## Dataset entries
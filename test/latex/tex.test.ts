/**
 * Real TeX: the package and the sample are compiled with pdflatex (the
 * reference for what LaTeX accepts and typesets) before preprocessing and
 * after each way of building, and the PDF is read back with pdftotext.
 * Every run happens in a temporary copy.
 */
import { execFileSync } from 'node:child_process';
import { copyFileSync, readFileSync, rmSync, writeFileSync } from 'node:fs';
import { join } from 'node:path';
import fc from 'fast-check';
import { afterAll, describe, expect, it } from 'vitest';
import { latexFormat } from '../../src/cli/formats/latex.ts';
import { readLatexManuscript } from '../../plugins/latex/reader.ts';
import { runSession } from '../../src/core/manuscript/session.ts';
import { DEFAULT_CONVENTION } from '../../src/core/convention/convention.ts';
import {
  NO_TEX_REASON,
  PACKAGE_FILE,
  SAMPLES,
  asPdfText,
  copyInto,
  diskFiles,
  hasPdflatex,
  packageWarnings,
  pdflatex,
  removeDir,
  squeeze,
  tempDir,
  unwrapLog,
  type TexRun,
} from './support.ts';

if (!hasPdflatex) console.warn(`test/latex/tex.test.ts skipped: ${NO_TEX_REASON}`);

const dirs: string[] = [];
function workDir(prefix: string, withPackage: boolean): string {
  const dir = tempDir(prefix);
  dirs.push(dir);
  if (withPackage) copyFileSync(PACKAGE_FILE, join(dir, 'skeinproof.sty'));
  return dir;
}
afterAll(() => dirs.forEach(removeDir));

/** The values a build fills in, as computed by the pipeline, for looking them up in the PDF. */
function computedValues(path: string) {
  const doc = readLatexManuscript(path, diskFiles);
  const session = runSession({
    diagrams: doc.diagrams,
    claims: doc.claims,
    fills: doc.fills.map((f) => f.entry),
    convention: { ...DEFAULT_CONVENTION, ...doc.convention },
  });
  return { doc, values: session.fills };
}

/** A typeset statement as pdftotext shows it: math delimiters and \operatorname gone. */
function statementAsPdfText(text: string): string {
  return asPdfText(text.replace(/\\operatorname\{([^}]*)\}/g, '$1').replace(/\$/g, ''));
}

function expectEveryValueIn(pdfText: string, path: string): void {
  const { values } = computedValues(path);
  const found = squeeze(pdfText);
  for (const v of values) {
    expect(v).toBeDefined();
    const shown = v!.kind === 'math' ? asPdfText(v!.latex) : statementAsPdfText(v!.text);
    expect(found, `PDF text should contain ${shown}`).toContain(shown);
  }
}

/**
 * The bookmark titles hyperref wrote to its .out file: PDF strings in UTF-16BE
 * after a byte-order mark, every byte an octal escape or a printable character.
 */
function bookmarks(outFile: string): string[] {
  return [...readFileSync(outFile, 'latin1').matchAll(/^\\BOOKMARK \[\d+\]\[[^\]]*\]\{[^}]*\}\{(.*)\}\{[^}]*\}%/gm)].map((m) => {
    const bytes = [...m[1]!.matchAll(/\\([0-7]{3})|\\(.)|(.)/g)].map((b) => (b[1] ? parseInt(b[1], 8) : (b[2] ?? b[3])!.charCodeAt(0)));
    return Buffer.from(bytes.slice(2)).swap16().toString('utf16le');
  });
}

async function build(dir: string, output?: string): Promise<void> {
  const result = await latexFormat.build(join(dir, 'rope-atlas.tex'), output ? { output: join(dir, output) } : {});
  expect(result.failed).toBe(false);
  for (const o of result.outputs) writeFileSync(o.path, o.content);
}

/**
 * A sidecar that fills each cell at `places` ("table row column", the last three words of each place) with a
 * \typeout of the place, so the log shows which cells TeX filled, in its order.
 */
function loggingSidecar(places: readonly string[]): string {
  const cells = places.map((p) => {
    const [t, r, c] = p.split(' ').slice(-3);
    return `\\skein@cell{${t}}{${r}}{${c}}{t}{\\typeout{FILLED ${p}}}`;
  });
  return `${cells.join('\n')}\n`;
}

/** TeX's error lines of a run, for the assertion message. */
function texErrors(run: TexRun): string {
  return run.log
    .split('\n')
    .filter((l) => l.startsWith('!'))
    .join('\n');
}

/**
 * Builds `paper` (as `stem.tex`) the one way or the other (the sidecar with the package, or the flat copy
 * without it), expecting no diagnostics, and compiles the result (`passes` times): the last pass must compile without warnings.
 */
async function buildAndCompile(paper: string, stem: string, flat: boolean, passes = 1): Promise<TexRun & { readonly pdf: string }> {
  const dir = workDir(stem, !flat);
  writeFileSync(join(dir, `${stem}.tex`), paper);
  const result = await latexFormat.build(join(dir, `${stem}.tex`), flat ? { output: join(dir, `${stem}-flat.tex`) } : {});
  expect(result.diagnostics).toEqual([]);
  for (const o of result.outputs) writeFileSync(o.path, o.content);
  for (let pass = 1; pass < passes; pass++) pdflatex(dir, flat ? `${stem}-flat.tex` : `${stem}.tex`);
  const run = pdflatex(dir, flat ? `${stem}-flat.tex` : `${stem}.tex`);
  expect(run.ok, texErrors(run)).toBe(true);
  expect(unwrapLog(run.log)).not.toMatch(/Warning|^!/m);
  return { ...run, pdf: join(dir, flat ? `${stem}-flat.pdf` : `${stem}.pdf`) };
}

## Task to carry out
How many lines of the data hold the string "dirs"? Reply with the number alone.

## Result for this task
3